When the line with "it('tells nothing by" appears below, start repeating lines exactly, and keep going through the line with "for (const color"; add nothing outside that span.

> [Provided entries]:
= = = = = = =

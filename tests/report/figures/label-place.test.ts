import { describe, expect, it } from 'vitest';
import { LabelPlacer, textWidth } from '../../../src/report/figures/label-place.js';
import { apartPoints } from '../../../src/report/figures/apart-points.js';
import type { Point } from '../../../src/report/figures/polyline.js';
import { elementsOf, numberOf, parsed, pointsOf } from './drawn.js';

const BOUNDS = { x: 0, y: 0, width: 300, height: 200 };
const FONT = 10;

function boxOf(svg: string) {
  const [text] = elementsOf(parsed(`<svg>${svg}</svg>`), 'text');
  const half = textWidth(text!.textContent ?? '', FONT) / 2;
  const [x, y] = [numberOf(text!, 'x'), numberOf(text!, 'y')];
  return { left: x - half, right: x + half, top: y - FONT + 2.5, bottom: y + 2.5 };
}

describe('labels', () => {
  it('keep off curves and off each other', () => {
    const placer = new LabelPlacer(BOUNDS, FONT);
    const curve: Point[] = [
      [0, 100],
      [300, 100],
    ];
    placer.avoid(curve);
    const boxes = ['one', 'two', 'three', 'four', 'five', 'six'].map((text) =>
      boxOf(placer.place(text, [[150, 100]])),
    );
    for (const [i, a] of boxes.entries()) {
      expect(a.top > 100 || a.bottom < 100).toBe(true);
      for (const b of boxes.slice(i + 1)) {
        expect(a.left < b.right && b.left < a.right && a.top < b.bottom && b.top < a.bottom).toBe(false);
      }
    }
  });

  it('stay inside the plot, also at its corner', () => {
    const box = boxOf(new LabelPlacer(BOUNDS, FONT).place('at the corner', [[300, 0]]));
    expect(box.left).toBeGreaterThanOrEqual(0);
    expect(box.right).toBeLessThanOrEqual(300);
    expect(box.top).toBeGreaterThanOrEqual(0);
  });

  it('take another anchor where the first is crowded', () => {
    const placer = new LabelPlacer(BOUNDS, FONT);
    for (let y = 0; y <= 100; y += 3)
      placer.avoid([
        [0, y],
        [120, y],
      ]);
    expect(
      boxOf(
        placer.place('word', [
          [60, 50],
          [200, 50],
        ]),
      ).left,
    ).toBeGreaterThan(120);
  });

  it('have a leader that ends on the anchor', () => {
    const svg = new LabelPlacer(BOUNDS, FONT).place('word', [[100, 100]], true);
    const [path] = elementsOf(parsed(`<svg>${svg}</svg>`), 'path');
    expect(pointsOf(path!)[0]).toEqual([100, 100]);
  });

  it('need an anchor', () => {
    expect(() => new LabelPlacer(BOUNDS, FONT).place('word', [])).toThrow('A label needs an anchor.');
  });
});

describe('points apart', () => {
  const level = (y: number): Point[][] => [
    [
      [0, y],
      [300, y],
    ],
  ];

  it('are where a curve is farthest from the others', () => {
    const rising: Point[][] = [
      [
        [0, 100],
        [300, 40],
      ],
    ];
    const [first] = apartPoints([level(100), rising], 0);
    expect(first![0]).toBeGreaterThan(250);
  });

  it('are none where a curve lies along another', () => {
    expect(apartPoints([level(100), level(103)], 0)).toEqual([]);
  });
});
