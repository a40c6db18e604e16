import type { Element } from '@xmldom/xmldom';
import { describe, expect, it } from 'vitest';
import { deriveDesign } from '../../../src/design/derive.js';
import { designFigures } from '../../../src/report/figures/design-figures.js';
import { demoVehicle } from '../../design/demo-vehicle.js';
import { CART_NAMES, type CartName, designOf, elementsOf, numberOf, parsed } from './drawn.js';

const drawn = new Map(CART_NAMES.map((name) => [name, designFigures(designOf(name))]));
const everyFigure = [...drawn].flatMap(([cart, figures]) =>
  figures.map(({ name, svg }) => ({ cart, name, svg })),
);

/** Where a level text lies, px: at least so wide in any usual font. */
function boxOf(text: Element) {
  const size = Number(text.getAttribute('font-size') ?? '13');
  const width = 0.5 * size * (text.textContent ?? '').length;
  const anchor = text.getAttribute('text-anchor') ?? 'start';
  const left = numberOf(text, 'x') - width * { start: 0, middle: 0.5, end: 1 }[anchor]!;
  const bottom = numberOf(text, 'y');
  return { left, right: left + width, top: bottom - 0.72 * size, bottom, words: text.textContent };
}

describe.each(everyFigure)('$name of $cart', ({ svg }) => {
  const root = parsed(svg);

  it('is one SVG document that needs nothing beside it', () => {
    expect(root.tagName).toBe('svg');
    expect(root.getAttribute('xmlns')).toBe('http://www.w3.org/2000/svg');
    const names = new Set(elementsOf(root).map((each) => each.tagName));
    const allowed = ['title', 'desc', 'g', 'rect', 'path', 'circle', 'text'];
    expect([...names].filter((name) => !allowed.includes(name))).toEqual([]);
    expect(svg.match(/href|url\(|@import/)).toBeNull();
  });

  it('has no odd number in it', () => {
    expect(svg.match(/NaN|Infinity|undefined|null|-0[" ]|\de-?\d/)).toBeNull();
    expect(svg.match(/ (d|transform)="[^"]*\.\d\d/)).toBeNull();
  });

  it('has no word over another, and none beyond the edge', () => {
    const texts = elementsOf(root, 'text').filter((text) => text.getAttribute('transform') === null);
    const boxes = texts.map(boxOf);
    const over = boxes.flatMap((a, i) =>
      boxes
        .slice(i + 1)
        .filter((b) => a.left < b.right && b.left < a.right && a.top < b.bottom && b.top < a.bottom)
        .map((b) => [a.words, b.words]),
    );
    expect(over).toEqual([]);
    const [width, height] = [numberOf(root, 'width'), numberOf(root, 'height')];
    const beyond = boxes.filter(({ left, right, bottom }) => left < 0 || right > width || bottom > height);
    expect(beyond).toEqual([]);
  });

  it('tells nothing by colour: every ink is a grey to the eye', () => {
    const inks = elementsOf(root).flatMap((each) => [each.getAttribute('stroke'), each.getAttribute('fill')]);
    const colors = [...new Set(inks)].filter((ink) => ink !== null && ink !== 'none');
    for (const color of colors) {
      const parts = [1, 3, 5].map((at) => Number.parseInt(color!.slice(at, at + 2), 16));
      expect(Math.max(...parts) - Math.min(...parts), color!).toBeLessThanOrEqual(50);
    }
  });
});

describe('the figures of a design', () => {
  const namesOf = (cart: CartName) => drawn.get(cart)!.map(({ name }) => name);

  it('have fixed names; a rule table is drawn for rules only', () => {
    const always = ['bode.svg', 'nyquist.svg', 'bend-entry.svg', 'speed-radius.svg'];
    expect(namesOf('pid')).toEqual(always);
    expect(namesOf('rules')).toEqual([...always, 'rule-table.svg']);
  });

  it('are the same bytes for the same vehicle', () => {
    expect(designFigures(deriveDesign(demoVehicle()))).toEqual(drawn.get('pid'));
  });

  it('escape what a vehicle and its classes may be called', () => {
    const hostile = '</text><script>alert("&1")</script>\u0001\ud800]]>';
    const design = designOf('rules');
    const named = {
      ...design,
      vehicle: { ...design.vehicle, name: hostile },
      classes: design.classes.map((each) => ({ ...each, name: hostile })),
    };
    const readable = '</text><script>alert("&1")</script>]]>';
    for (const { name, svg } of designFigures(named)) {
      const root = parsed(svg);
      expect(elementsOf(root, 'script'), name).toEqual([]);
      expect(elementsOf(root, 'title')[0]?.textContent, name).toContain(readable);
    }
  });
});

= = = = = = =

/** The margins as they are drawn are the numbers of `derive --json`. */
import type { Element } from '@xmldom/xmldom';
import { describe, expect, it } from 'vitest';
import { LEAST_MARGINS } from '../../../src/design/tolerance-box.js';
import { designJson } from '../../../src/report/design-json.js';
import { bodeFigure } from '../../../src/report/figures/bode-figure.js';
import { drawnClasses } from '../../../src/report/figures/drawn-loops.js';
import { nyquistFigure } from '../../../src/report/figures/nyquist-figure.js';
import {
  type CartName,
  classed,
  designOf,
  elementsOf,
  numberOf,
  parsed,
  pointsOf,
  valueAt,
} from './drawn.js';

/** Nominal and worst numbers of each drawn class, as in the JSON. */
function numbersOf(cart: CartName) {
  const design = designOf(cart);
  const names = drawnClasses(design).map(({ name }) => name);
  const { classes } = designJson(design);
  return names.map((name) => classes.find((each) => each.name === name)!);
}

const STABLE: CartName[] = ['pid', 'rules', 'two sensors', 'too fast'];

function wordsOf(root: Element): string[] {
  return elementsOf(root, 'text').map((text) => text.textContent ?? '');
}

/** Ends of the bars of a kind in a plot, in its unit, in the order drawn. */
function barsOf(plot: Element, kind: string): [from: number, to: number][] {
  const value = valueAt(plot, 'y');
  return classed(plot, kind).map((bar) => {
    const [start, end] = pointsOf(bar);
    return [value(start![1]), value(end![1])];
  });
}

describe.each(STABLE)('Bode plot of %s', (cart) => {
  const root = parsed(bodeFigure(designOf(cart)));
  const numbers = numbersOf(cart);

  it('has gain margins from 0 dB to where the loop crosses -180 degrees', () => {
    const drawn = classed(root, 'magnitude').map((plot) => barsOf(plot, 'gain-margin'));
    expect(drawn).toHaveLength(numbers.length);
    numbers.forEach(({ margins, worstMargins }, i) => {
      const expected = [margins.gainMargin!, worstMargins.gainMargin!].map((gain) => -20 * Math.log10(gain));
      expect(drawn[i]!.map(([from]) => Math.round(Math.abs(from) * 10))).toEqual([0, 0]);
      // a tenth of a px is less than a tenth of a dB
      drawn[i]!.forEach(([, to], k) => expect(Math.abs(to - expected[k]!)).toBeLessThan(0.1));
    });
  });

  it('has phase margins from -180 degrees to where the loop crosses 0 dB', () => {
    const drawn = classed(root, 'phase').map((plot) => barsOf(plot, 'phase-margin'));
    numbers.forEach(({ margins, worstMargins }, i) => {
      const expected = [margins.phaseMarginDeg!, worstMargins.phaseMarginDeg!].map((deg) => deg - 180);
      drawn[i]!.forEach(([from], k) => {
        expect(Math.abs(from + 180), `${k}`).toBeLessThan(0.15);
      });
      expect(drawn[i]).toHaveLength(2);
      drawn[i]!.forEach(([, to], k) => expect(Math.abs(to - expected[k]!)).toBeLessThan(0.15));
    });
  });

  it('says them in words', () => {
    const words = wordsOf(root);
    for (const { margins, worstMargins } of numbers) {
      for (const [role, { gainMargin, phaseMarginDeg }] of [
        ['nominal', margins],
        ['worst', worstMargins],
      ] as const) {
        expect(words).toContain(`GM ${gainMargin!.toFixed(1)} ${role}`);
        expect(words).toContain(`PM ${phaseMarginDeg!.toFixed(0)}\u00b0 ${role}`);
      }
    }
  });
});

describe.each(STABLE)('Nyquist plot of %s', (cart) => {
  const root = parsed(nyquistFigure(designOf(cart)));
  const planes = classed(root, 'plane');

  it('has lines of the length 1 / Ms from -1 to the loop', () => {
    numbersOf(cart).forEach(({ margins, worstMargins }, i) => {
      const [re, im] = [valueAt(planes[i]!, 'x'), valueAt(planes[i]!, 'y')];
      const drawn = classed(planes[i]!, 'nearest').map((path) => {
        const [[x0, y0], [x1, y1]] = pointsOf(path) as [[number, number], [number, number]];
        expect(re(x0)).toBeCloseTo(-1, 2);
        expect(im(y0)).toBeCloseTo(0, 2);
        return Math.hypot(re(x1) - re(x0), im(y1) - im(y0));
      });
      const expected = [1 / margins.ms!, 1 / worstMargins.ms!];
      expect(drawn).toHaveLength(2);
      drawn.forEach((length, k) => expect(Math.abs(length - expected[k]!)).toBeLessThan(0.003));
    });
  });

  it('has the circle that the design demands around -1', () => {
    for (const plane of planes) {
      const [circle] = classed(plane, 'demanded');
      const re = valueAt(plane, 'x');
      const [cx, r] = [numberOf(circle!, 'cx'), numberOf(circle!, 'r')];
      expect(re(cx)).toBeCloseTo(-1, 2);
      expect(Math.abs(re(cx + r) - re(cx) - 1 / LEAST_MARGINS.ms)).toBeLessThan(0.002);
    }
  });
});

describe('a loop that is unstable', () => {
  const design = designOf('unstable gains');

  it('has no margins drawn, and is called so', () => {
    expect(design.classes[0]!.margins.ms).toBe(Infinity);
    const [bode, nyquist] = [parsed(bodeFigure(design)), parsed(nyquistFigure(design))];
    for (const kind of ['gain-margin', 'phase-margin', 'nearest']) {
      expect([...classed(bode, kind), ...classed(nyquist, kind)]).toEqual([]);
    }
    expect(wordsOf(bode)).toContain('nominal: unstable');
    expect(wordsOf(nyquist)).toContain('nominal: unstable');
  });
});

= = = = = = =

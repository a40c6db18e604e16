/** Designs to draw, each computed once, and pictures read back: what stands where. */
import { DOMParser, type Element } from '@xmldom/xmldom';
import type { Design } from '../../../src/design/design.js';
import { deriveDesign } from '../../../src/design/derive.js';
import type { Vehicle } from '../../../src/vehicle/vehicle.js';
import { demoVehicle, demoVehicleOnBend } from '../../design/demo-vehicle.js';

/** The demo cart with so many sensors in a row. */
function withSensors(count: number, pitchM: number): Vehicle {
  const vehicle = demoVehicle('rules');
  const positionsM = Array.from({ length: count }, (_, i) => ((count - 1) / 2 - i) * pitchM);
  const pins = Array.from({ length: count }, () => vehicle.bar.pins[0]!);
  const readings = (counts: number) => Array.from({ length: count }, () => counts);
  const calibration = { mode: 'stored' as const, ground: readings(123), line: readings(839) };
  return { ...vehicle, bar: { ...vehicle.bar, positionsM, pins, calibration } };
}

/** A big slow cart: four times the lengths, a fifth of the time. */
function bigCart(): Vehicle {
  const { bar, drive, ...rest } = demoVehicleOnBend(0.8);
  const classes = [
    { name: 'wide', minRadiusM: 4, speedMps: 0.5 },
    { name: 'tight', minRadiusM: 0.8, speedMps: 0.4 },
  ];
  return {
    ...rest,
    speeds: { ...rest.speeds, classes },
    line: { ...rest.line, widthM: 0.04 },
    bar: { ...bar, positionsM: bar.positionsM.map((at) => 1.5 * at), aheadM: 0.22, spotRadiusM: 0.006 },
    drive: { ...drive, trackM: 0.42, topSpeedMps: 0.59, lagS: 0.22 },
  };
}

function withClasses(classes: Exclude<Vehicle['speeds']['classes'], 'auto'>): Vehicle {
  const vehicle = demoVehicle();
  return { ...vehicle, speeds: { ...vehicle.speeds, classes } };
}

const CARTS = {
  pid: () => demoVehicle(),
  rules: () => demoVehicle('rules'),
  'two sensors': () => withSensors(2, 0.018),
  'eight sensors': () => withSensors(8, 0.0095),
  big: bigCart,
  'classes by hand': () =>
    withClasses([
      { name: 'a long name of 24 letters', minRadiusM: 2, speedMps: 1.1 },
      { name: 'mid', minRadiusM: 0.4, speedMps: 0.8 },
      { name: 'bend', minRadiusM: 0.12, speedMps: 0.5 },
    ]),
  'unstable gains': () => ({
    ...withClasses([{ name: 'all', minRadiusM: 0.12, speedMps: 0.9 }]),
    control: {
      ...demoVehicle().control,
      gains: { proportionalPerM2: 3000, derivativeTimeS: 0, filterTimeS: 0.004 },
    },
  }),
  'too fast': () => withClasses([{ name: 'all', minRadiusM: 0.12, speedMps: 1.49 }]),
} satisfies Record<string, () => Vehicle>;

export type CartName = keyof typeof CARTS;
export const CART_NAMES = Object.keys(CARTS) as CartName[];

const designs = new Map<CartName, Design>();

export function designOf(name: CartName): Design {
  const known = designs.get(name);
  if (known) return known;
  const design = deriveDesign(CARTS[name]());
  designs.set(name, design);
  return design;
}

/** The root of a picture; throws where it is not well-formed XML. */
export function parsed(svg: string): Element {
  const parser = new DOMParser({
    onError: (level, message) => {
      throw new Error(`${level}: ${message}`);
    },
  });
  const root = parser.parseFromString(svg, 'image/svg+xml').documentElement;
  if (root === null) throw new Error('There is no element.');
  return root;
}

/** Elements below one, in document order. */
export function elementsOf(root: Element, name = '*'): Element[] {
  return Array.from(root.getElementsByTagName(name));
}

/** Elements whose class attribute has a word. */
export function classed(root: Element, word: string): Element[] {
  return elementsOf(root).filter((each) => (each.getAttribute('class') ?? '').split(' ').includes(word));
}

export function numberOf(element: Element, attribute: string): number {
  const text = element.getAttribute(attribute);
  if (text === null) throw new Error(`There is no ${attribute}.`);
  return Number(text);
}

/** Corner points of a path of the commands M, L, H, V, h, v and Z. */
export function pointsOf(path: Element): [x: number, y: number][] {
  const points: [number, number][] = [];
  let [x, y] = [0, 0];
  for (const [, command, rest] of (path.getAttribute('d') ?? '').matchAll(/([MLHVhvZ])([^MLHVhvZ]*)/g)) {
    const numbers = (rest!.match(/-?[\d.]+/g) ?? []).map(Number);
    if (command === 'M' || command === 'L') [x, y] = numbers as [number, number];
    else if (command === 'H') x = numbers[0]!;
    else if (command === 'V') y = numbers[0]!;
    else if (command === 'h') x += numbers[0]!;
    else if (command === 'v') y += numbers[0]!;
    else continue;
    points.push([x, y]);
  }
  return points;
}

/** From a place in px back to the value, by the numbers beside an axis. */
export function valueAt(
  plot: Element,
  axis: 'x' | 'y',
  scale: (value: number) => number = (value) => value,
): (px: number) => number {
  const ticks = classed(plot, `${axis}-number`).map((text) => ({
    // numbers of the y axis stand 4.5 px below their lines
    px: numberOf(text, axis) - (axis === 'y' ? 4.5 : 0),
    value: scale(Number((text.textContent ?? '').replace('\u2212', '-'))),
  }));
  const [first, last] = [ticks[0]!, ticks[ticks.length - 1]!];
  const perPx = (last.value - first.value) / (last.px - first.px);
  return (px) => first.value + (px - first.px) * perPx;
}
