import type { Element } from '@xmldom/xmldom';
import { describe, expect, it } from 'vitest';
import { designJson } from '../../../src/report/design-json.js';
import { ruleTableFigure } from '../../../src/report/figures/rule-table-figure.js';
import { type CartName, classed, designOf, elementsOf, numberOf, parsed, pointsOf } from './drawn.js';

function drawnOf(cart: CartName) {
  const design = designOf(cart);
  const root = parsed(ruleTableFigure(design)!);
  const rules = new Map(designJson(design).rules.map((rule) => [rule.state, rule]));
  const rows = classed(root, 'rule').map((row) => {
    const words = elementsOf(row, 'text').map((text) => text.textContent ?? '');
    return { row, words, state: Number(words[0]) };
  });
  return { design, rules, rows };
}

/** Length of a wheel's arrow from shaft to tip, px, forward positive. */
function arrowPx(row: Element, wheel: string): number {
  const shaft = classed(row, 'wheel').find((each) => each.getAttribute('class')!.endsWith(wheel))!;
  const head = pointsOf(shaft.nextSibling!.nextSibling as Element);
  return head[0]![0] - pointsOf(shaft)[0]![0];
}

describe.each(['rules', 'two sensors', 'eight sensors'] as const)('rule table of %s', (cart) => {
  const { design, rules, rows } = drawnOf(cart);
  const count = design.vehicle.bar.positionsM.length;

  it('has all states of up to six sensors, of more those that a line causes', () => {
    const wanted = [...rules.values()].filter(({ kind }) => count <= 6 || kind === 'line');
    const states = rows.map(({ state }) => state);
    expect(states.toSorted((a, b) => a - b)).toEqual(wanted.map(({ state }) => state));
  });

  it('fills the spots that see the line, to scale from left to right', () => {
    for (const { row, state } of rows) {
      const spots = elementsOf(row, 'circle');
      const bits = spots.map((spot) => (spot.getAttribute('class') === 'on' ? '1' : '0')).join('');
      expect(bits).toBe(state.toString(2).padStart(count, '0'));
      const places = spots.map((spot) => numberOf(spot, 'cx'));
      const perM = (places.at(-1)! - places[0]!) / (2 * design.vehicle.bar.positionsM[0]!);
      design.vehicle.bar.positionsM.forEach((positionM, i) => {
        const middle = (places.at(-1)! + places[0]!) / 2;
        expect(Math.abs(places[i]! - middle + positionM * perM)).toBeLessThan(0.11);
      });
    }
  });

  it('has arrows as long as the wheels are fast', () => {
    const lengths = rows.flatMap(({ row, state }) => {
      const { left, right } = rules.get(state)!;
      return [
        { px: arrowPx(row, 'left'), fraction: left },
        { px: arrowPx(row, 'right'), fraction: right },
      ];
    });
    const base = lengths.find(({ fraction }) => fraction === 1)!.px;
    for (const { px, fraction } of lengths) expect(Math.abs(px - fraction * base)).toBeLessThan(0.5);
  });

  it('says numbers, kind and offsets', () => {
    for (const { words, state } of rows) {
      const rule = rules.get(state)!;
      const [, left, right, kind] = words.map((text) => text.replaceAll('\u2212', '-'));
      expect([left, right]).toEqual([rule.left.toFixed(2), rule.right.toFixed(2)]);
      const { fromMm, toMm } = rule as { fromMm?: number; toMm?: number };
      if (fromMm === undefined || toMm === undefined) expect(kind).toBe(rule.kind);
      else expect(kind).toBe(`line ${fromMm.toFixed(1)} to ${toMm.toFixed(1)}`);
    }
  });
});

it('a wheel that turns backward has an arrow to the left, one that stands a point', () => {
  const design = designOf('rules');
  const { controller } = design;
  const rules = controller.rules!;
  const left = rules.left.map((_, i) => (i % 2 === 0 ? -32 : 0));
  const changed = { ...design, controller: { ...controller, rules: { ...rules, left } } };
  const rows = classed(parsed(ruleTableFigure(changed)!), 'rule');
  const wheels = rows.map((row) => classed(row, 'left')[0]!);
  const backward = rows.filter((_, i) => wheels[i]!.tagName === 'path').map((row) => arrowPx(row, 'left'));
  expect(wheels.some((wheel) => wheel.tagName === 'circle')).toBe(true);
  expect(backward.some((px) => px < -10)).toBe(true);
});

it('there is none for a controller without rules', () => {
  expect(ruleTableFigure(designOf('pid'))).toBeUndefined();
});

= = = = = = =

> [Task output]:
  it('tells nothing by colour: every ink is a grey to the eye', () => {
    const inks = elementsOf(root).flatMap((each) => [each.getAttribute('stroke'), each.getAttribute('fill')]);
    const colors = [...new Set(inks)].filter((ink) => ink !== null && ink !== 'none');
    for (const color of colors) {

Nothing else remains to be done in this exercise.